"Jesteśmy przygotowani na dopełnienie związanych z tym formalności. To numer jeden reprezentacji, więc najważniejsza jest jego chęć gry w kadrze. Prowadzimy rozmowy z firmami zajmującymi się ubezpieczeniem i negocjujemy wysokość sumy. Dopinamy sprawę i Marcin na pewno zostanie ubezpieczony przed pierwszym wspólnym treningiem z zespołem" - zapewnia szef PZKosz Grzegorz Bachański.

Reklama

Gortat wierzy, że pieniądze na polisę się znajdą. "Jestem bardzo podekscytowany. Po raz pierwszy jadę na obóz kadry jako zawodnik, który może pomóc innym graczom, czegoś ich nauczyć" - mówi.
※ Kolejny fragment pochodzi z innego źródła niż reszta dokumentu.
//! The Flow curve view: the last saved set's shear stress against shear rate on log axes,
//! the fitted model with its constants ± 95 % CI, fit quality, why that model, and the
//! apparent viscosity at a shear rate the operator types. The model can be switched by hand.
//!
//! The fit runs when the set or the model changes, never while drawing.

use super::curve_panel;
use super::{Effect, SavedSet, SessionEvent, View, ViewId};
use crate::rheology::ModelKind;
use crate::session::{FlowCurve, FlowCurveInput, FlowCurveOptions, ModelPick, analyse};
use crate::tui::ctx::Ctx;
use crate::tui::keymap::Action;
use crate::tui::widgets::editing::{self, EditStep};
use crate::tui::widgets::field::{Field, FieldKind};
use crate::tui::widgets::log_axis::LogRange;
use crate::tui::widgets::log_chart::Mark;
use crate::units::Dimension;
use ratatui::Frame;
use ratatui::layout::Rect;
use std::sync::Arc;

/// The model choices in the order `m` steps through them.
const PICKS: [ModelPick; 6] = [
    ModelPick::Auto,
    ModelPick::Fixed(ModelKind::Newtonian),
    ModelPick::Fixed(ModelKind::PowerLaw),
    ModelPick::Fixed(ModelKind::Bingham),
    ModelPick::Fixed(ModelKind::HerschelBulkley),
    ModelPick::Fixed(ModelKind::Casson),
];

/// Samples along the fitted curve: more than the widest chart has columns.
const CURVE_SAMPLES: usize = 240;
/// The shear rate the apparent viscosity is first shown at, 1/s (a mid-range pipe rate;
/// common practice, no source).
const DEFAULT_RATE: &str = "100";

/// A fitted set, with everything the chart needs already worked out.
pub struct Shown {
    pub curve: FlowCurve,
    pub marks: Vec<Mark>,
    pub samples: Vec<(f64, f64)>,
    pub x: LogRange,
    pub y: LogRange,
}

pub struct CurveView {
    set: Option<Arc<SavedSet>>,
    ticket: Option<u64>,
    pick: ModelPick,
    result: Option<Result<Shown, String>>,
    rate: Field,
    apparent: Option<f64>,
    editing: bool,
}

impl Default for CurveView {
    fn default() -> Self {
        CurveView::new()
    }
}

impl CurveView {
    pub fn new() -> CurveView {
        CurveView {
            set: None,
            ticket: None,
            pick: ModelPick::Auto,
            result: None,
            rate: Field::with_text(FieldKind::Positive(Dimension::ShearRate), DEFAULT_RATE),
            apparent: None,
            editing: false,
        }
    }

    /// Show a set (a new one, or the last one of a resumed journal).
    pub fn show_set(&mut self, set: Arc<SavedSet>, ticket: Option<u64>) {
        self.set = Some(set);
        self.ticket = ticket;
        self.recompute();
    }

    fn recompute(&mut self) {
        self.result = self.set.as_ref().map(|set| fit_set(set, self.pick));
        self.update_apparent();
    }

    fn update_apparent(&mut self) {
        let fitted = self.result.as_ref().and_then(|r| r.as_ref().ok());
        self.apparent = match (fitted, self.rate.value()) {
            (Some(shown), Some(rate)) => Some(shown.curve.apparent_viscosity_at(rate)),
            _ => None,
        };
    }

    fn step_model(&mut self, step: isize) {
        let at = PICKS.iter().position(|p| *p == self.pick).unwrap_or(0) as isize;
        self.pick = PICKS[(at + step).rem_euclid(PICKS.len() as isize) as usize];
        self.recompute();
    }

    fn handle_editing(&mut self, action: Action) {
        match editing::apply(&mut self.rate, action) {
            EditStep::Typing => {}
            EditStep::Cancelled | EditStep::Accepted(_) => self.editing = false,
        }
        self.update_apparent();
    }

    pub fn result(&self) -> Option<&Result<Shown, String>> {
        self.result.as_ref()
    }
}

/// Fit a set and lay out its chart data.
fn fit_set(set: &SavedSet, pick: ModelPick) -> Result<Shown, String> {
    let opts = FlowCurveOptions {
        model: pick,
        ..FlowCurveOptions::default()
    };
    let input = FlowCurveInput::Dial {
        geometry: &set.geometry,
        readings: &set.readings,
    };
    let curve = analyse(input, &opts).map_err(|e| e.to_string())?;
    let marks: Vec<Mark> = curve
        .points
        .iter()
        .map(|p| Mark {
            x: p.shear_rate_per_s,
            y: p.shear_stress_pa,
            flagged: !p.flags.is_empty(),
        })
        .collect();
    let fallback = LogRange { lo: 0.0, hi: 1.0 };
    let x = LogRange::covering(marks.iter().map(|m| m.x)).unwrap_or(fallback);
    let y = LogRange::covering(marks.iter().map(|m| m.y)).unwrap_or(fallback);
    let samples = sample_curve(&curve, x);
    Ok(Shown {
        curve,
        marks,
        samples,
        x,
        y,
    })
}

/// The model's stress at rates spread evenly in log space across the x axis.
fn sample_curve(curve: &FlowCurve, x: LogRange) -> Vec<(f64, f64)> {
    let span = x.hi - x.lo;
    (0..CURVE_SAMPLES)
        .map(|i| {
            let exp = x.lo + span * i as f64 / (CURVE_SAMPLES - 1) as f64;
            let rate = 10f64.powf(exp);
            (rate, curve.fit.model.stress(rate))
        })
        .filter(|(_, stress)| stress.is_finite() && *stress > 0.0)
        .collect()
}

impl View for CurveView {
    fn id(&self) -> ViewId {
        ViewId::Curve
    }

    fn handle(&mut self, action: Action, _ctx: &Ctx) -> Vec<Effect> {
        if self.editing {
            self.handle_editing(action);
            return Vec::new();
        }
        match action {
            Action::NextModel | Action::Right => self.step_model(1),
            Action::PrevModel | Action::Left => self.step_model(-1),
            Action::AutoModel => {
                self.pick = ModelPick::Auto;
                self.recompute();
            }
            // A new rate is typed from scratch (Esc brings the old one back).
            Action::Activate => {
                self.rate.begin_edit();
                self.rate.clear();
                self.editing = true;
                self.update_apparent();
            }
            Action::Type(c) => {
                editing::start_with(&mut self.rate, c);
                self.editing = true;
                self.update_apparent();
            }
            _ => {}
        }
        Vec::new()
    }

    fn on_event(&mut self, event: &SessionEvent, _ctx: &Ctx) {
        match event {
            SessionEvent::SetSaved { set, ticket } => self.show_set(Arc::clone(set), *ticket),
        }
    }

    fn render(&self, frame: &mut Frame, area: Rect, ctx: &Ctx) {
        let view = curve_panel::CurveScreen {
            set: self.set.as_deref(),
            ticket: self.ticket,
            pick: self.pick,
            result: self.result.as_ref(),
            rate: &self.rate,
            apparent: self.apparent,
            editing: self.editing,
        };
        view.draw(frame, area, ctx);
    }

    fn editing(&self) -> bool {
        self.editing
    }
}
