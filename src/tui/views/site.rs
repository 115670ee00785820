//! The Site view: pick the sample point (a tank, line or pump of the site) and the product
//! that new readings are filed under.

use super::{Effect, View, ViewId};
use crate::text::sanitize;
use crate::tui::ctx::Ctx;
use crate::tui::keymap::{Action, Binding, Key, Scope, b};
use crate::tui::strings::{caution, keys, views as names};
use crate::tui::layout;
use crate::tui::strings::site as s;
use crate::tui::widgets::list::{ListRow, draw_list};
use ratatui::Frame;
use ratatui::layout::{Constraint, Layout, Rect};
use ratatui::text::{Line, Span};
use ratatui::widgets::Paragraph;

/// This view's id.
pub const ID: ViewId = ViewId("site");

/// The Site view's own keys.
const KEYS: &[Binding] = &[b(Scope::View, &[Key::Enter, Key::Char(' ')], Action::Activate, keys::PICK)];

#[derive(Debug, Clone, Copy, PartialEq, Eq)]
enum Column {
    Equipment,
    Product,
}

pub struct SiteView {
    column: Column,
    equipment_cursor: usize,
    product_cursor: usize,
}

impl SiteView {
    pub fn new(_ctx: &Ctx) -> SiteView {
        SiteView {
            column: Column::Equipment,
            equipment_cursor: 0,
            product_cursor: 0,
        }
    }

    fn move_cursor(&mut self, ctx: &Ctx, to: impl Fn(usize, usize) -> usize) {
        let (cursor, len) = match self.column {
            Column::Equipment => (&mut self.equipment_cursor, ctx.sample_points().len()),
            Column::Product => (&mut self.product_cursor, ctx.site.products.len()),
        };
        *cursor = to(*cursor, len).min(len.saturating_sub(1));
    }

    fn pick(&mut self, ctx: &Ctx) -> Vec<Effect> {
        match self.column {
            Column::Equipment => self.pick_equipment(ctx),
            Column::Product => match ctx.site.products.get(self.product_cursor) {
                Some(p) => vec![
                    Effect::PickProduct(p.name.clone()),
                    Effect::Status(format!(
                        "{} {}. {}",
                        s::PICKED,
                        clean(&p.name),
                        s::NEXT_STEP
                    )),
                ],
                None => Vec::new(),
            },
        }
    }

    fn pick_equipment(&mut self, ctx: &Ctx) -> Vec<Effect> {
        let points = ctx.sample_points();
        let Some(&(id, _, _)) = points.get(self.equipment_cursor) else {
            return Vec::new();
        };
        self.column = Column::Product;
        let mut effects = vec![Effect::PickEquipment(id.to_string())];
        // A tank holds one product: take it as the likely one (the operator can change it).
        let held = ctx.site.tank(id).and_then(|tank| {
            let i = ctx
                .site
                .products
                .iter()
                .position(|p| p.name == tank.product)?;
            Some((i, tank.product.clone()))
        });
        let status = match held {
            Some((i, product)) => {
                self.product_cursor = i;
                let text = format!(
                    "{} {} ({} {}). {}",
                    s::PICKED,
                    clean(id),
                    s::HOLDS,
                    clean(&product),
                    s::NEXT_STEP
                );
                effects.push(Effect::PickProduct(product));
                text
            }
            None => format!("{} {}. {}", s::PICKED, clean(id), s::NOW_PRODUCT),
        };
        effects.push(Effect::Status(status));
        effects
    }

    fn render_lists(&self, frame: &mut Frame, area: Rect, ctx: &Ctx) {
        let [left, right] =
            Layout::horizontal([Constraint::Percentage(55), Constraint::Percentage(45)])
                .areas(area);
        let picked_eq = ctx.picks.equipment.as_deref();
        let eq_rows: Vec<ListRow> = ctx
            .sample_points()
            .into_iter()
            .map(|(id, kind, desc)| ListRow {
                text: format!("{id}  {}  {desc}", kind.name()),
                picked: Some(id) == picked_eq,
            })
            .collect();
        let picked_p = ctx.picks.product.as_deref();
        let p_rows: Vec<ListRow> = ctx
            .site
            .products
            .iter()
            .map(|p| ListRow {
                text: format!("{}  {}", p.name, p.description),
                picked: Some(p.name.as_str()) == picked_p,
            })
            .collect();
        let focus = |c| (self.column == c).then_some(());
        let eq_cursor = focus(Column::Equipment).map(|()| self.equipment_cursor);
        let p_cursor = focus(Column::Product).map(|()| self.product_cursor);
        draw_list(
            frame,
            left,
            s::EQUIPMENT,
            &eq_rows,
            eq_cursor,
            s::NONE,
            &ctx.theme,
        );
        draw_list(
            frame,
            right,
            s::PRODUCTS,
            &p_rows,
            p_cursor,
            s::NONE,
            &ctx.theme,
        );
    }

    /// The site and where its config came from (the source only if it fits).
    fn render_info(&self, frame: &mut Frame, area: Rect, ctx: &Ctx) {
        let t = &ctx.theme;
        let mut spans = vec![
            Span::styled(format!("{}: ", s::SITE), t.dim),
            Span::styled(sanitize(&ctx.site.name, false), t.title),
        ];
        let source = format!("  ({})", sanitize(&ctx.site.source, false));
        let used: usize = spans.iter().map(Span::width).sum();
        if used + source.chars().count() <= usize::from(area.width) {
            spans.push(Span::styled(source, t.dim));
        }
        frame.render_widget(Paragraph::new(Line::from(spans)), area);
    }
}

fn clean(text: &str) -> String {
    sanitize(text, false)
}

impl View for SiteView {
    view_identity!(ID, names::SITE, caution::SITE, KEYS);


    fn handle(&mut self, action: Action, ctx: &Ctx) -> Vec<Effect> {
        match action {
            Action::Up => self.move_cursor(ctx, |c, _| c.saturating_sub(1)),
            Action::Down => self.move_cursor(ctx, |c, _| c.saturating_add(1)),
            Action::PageUp => self.move_cursor(ctx, |c, _| c.saturating_sub(10)),
            Action::PageDown => self.move_cursor(ctx, |c, _| c.saturating_add(10)),
            Action::Home => self.move_cursor(ctx, |_, _| 0),
            Action::End => self.move_cursor(ctx, |_, len| len),
            Action::Left => self.column = Column::Equipment,
            Action::Right => self.column = Column::Product,
            Action::Activate => return self.pick(ctx),
            _ => {}
        }
        Vec::new()
    }

    fn render(&self, frame: &mut Frame, area: Rect, ctx: &Ctx) {
        let lists = Rect {
            height: area.height.saturating_sub(1),
            ..area
        };
        self.render_lists(frame, lists, ctx);
        self.render_info(frame, layout::row(area, area.height.saturating_sub(1)), ctx);
    }
}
Pierwsze zgrupowanie zacznie się już 15 lipca w Legionowie. "Czekałem z tą decyzją nie z lenistwa czy strachu przed ośmieszeniem. Wierzę, że na tych mistrzostwach możemy sporo osiągnąć. Wahałem się, bo nie wiedziałem ile potrwa lokaut w NBA. Gdybym zadeklarował pomoc kadrze, a przerwa w rozgrywkach skończyłaby się po miesiącu, musiałbym wyjechać ze zgrupowania w połowie przygotowań. To nieodpowiedzialne" - tłumaczy center Phoenix Suns.